Collected data entries

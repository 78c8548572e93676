"""Ball's process time with g from the idealised heating line: the closed form against direct numerical
integration of the lethal rate along the line, the inverse, and B by hand."""

from __future__ import annotations

import math

import pytest
from hypothesis import given
from hypothesis import strategies as hs
from numpy.testing import assert_allclose
from scipy import integrate

from procplan.errors import InvalidInputError
from procplan.studies.formula_method import CurveFactors
from procplan.studies.trial_formula import fh_over_u_heating, formula_process_time, g_from_fh_over_u


@pytest.mark.parametrize(
    "g,z,f", [(0.1, 10.0, 20.0), (3.0, 10.0, 35.0), (10.0, 8.0, 50.0), (25.0, 18.0, 12.0)]
)
def test_closed_form_against_direct_integration(g, z, f):
    # Independent method: U = ∫_{-∞}^{B} 10^(−(T_R − T)/z) dt along T_R − T = g 10^((B − t)/f), by
    # scipy.integrate.quad over s = B − t ≥ 0; the closed form is f/U = ln10 / E₁(ln10 g/z)
    # (Abramowitz & Stegun §5.1 for E₁).
    # (beyond s_max the rate is below 10^-300: cut there to keep 10^(s/f) finite)
    s_max = f * math.log10(300.0 * z / g)
    u, _ = integrate.quad(
        lambda s: 10.0 ** (-g * 10.0 ** (s / f) / z), 0.0, s_max, limit=400, epsabs=0, epsrel=1e-11
    )
    assert_allclose(fh_over_u_heating(g, z), f / u, rtol=1e-7)


@given(hs.floats(0.01, 60.0), hs.floats(2.0, 30.0))
def test_inverse_round_trip(g, z):
    assert_allclose(g_from_fh_over_u(fh_over_u_heating(g, z), z), g, rtol=1e-8)


def test_b_by_hand():
    # Ball (1923): B = f_h (log10(j_h I_h) − log10 g), here f_h = 30 min, j_h = 1.6, I_h = 100 K, corrected
    # zero 3 min after the step start, F = 6 min at 121.1 °C with z 10 °C in a 118 °C medium:
    # U = 6 · 10^(3.1/10) min.
    cf = CurveFactors("heating", 1800.0, 1.6, 118.0, 18.0, -42.0, 180.0, 310.0, (0.0, 1.0), 5, 0.0, "window")
    r = formula_process_time(cf, 6.0, 121.1, 10.0, general_time_s=60.0 * 80.0)
    u = 6.0 * 10**0.31
    g = g_from_fh_over_u(30.0 / u, 10.0)
    b = 30.0 * (math.log10(1.6 * 100.0) - math.log10(g))
    assert_allclose([r.u_min, r.g_K, r.b_min, r.from_start_min], [u, g, b, 3.0 + b], rtol=1e-12)
    assert_allclose(r.difference_percent, 100.0 * (3.0 + b - 80.0) / 80.0, rtol=1e-12)


def test_bad_input():
    cool = CurveFactors("cooling", 1800.0, 1.6, 1.0, 80.0, 90.0, 0.0, 0.0, (0.0, 1.0), 5, 0.0, "window")
    with pytest.raises(InvalidInputError, match="factors"):
        formula_process_time(cool, 6.0, 121.1, 10.0)
    with pytest.raises(InvalidInputError, match="fh_over_u"):
        g_from_fh_over_u(1e60, 10.0)
    with pytest.raises(InvalidInputError, match="z_C"):
        fh_over_u_heating(1.0, 0.0)
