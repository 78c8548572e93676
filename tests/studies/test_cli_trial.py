"""``procplan trial``: exit codes, JSON equal to the Python API, the probe table CSV and the study sheet
(read back with pypdf, an independent PDF parser) with the caution on every page."""

from __future__ import annotations

import io
import json
import re

import pytest
from pypdf import PdfReader

from procplan.caution import CAUTION
from procplan.cli import main
from procplan.files.plan import save_plan
from procplan.studies.logger import clean_logger, read_logger
from procplan.studies.trial_map import load_probe_map
from procplan.studies.trial_synth import SyntheticProbe, synthetic_trial_csv
from procplan.studies.trials import TrialRun, trial_study

from .test_trials import _two_step_plan

MAP = """
[probes]
"TC1" = { piece = "block 1", position = "core" }
"TC2" = { piece = "block 2", position = "core" }
"medium" = { piece = "retort", position = "medium" }
"""


@pytest.fixture(scope="module")
def trial(tmp_path_factory):
    d = tmp_path_factory.mktemp("trial")
    plan = _two_step_plan(required=1.0)
    plan_path = save_plan(plan, d / "plan.toml")
    files = []
    for i in range(3):
        csv = synthetic_trial_csv(
            plan,
            [SyntheticProbe("TC1"), SyntheticProbe("TC2", size_factor=1.02 + 0.004 * i)],
            noise_K=0.1,
            seed=i,
            header=("# synthetic test trial",),
        )
        f = d / f"run{i + 1}.csv"
        f.write_text(csv)
        files.append(f)
    (d / "map.toml").write_text(MAP)
    return d, plan_path, files


def _args(trial, *extra):
    d, plan_path, files = trial
    return ["trial", *map(str, files), "--plan", str(plan_path), "--probe-map", str(d / "map.toml"), *extra]


def test_json_equals_the_api(trial, capsys):
    d, plan_path, files = trial
    assert main(_args(trial, "--json", "--no-prediction")) == 0
    out = json.loads(capsys.readouterr().out)
    from procplan.files.plan import load_plan

    runs = [TrialRun(f.name, clean_logger(read_logger(f))) for f in files]
    api = trial_study(load_plan(plan_path), runs, load_probe_map(d / "map.toml"), predict=False).to_dict()
    assert out["slowest_unit"] == pytest.approx(api["slowest_unit"])
    assert out["verdict"] == api["verdict"] and out["passed"] is True and out["caution"] == CAUTION
    assert [p["F_min"] for p in out["probes"]] == pytest.approx([p["F_min"] for p in api["probes"]])


def test_failing_verdict_exits_1_and_text_has_the_caution(trial, tmp_path, capsys):
    d, plan_path, files = trial
    hard = tmp_path / "hard.toml"
    text = re.sub(r"required_F_min = [0-9.]+", "required_F_min = 5000", plan_path.read_text())
    assert "5000" in text
    hard.write_text(text)
    args = [
        "trial",
        *map(str, files),
        "--plan",
        str(hard),
        "--probe-map",
        str(d / "map.toml"),
        "--no-prediction",
    ]
    assert main(args) == 1
    text = capsys.readouterr().out
    assert "verdict: FAIL" in text and CAUTION in text


def test_csv_and_sheet_written_atomically_and_never_over_an_input(trial, tmp_path, capsys):
    d, plan_path, files = trial
    csv, pdf = tmp_path / "probes.csv", tmp_path / "study.pdf"
    assert main(_args(trial, "--csv", str(csv), "--sheet", str(pdf), "--fit", "h")) == 0
    assert csv.read_text().startswith("run,channel,piece,position")
    reader = PdfReader(io.BytesIO(pdf.read_bytes()))
    words = " ".join(CAUTION.split()[:8])
    for page in reader.pages:
        assert words in " ".join(page.extract_text().split())
    text = " ".join(" ".join(p.extract_text().split()) for p in reader.pages)
    assert "Verdict. PASS" in text and "block 2" in text and "Surface coefficient from the trial" in text
    # an existing file without --force, and an input even with it, are refused (exit 2)
    assert main(_args(trial, "--csv", str(csv))) == 2
    assert main(_args(trial, "--sheet", str(files[0]), "--force")) == 2
    assert main(_args(trial, "--sheet", str(tmp_path / "x.txt"))) == 2
    err = capsys.readouterr().err
    assert "--csv" in err and "--sheet" in err


def test_bad_probe_map_names_the_field(trial, tmp_path, capsys):
    d, plan_path, files = trial
    bad = tmp_path / "bad.toml"
    bad.write_text('[probes]\n"TC1" = { piece = "b", position = "lid" }\n')
    assert main(["trial", str(files[0]), "--plan", str(plan_path), "--probe-map", str(bad)]) == 2
    assert "probes.TC1.position" in capsys.readouterr().err


@pytest.mark.parametrize("unit", ["C", "F"])
def test_run_chart_stays_inside_its_drawing(trial, unit):
    # Invariant: every measured and predicted curve and every label lies inside the chart's box, in °C and °F.
    from reportlab.graphics.shapes import PolyLine, String

    from procplan.files.plan import load_plan
    from procplan.files.site import SiteSettings
    from procplan.output.study_sheet import run_chart

    d, plan_path, files = trial
    runs = [TrialRun(f.name, read_logger(f)) for f in files[:1]]
    study = trial_study(load_plan(plan_path), runs, load_probe_map(d / "map.toml"))
    w, h = 500.0, 150.0
    chart = run_chart(study.runs[0], SiteSettings("p", temperature_unit=unit), w, h)
    lines = [s for s in chart.contents if isinstance(s, PolyLine)]
    assert len(lines) == 4  # two probes, measured and predicted
    for s in lines:
        xs, ys = s.points[0::2], s.points[1::2]
        assert min(xs) >= 0 and max(xs) <= w and min(ys) >= 0 and max(ys) <= h
    assert any(isinstance(s, String) and s.text == f"°{unit}" for s in chart.contents)


def test_lethality_given_on_the_command_line(trial, capsys):
    # The probes are judged by the requirement given (a z-value, which the formula method needs); a z-value
    # without its reference temperature, or an unknown preset, is refused by name.
    args = _args(
        trial, "--json", "--no-prediction", "--reference-C", "121.1", "--z-C", "10", "--required-F-min", "0.5"
    )
    assert main(args) == 0
    out = json.loads(capsys.readouterr().out)
    assert out["required_F_min"] == 0.5 and out["runs"][0]["probes"][0]["formula_method"] is not None
    assert main(_args(trial, "--z-C", "10")) == 2
    assert main(_args(trial, "--lethality", "no-such-preset")) == 2
    err = capsys.readouterr().err
    assert "--z-C" in err and "--lethality" in err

## WHAT YOU NEED TO DO
The first line of the records begins the span, and the line containing "lambda s: 10.0" ends it. Reproduce that span exactly, both ends included.

## SOLUTION
repository 78c8548572e93676
"""Ball's process time with g from the idealised heating line: the closed form against direct numerical
integration of the lethal rate along the line, the inverse, and B by hand."""

from __future__ import annotations

import math

import pytest
from hypothesis import given
from hypothesis import strategies as hs
from numpy.testing import assert_allclose
from scipy import integrate

from procplan.errors import InvalidInputError
from procplan.studies.formula_method import CurveFactors
from procplan.studies.trial_formula import fh_over_u_heating, formula_process_time, g_from_fh_over_u


@pytest.mark.parametrize(
    "g,z,f", [(0.1, 10.0, 20.0), (3.0, 10.0, 35.0), (10.0, 8.0, 50.0), (25.0, 18.0, 12.0)]
)
def test_closed_form_against_direct_integration(g, z, f):
    # Independent method: U = ∫_{-∞}^{B} 10^(−(T_R − T)/z) dt along T_R − T = g 10^((B − t)/f), by
    # scipy.integrate.quad over s = B − t ≥ 0; the closed form is f/U = ln10 / E₁(ln10 g/z)
    # (Abramowitz & Stegun §5.1 for E₁).
    # (beyond s_max the rate is below 10^-300: cut there to keep 10^(s/f) finite)
    s_max = f * math.log10(300.0 * z / g)
    u, _ = integrate.quad(
        lambda s: 10.0 ** (-g * 10.0 ** (s / f) / z), 0.0, s_max, limit=400, epsabs=0, epsrel=1e-11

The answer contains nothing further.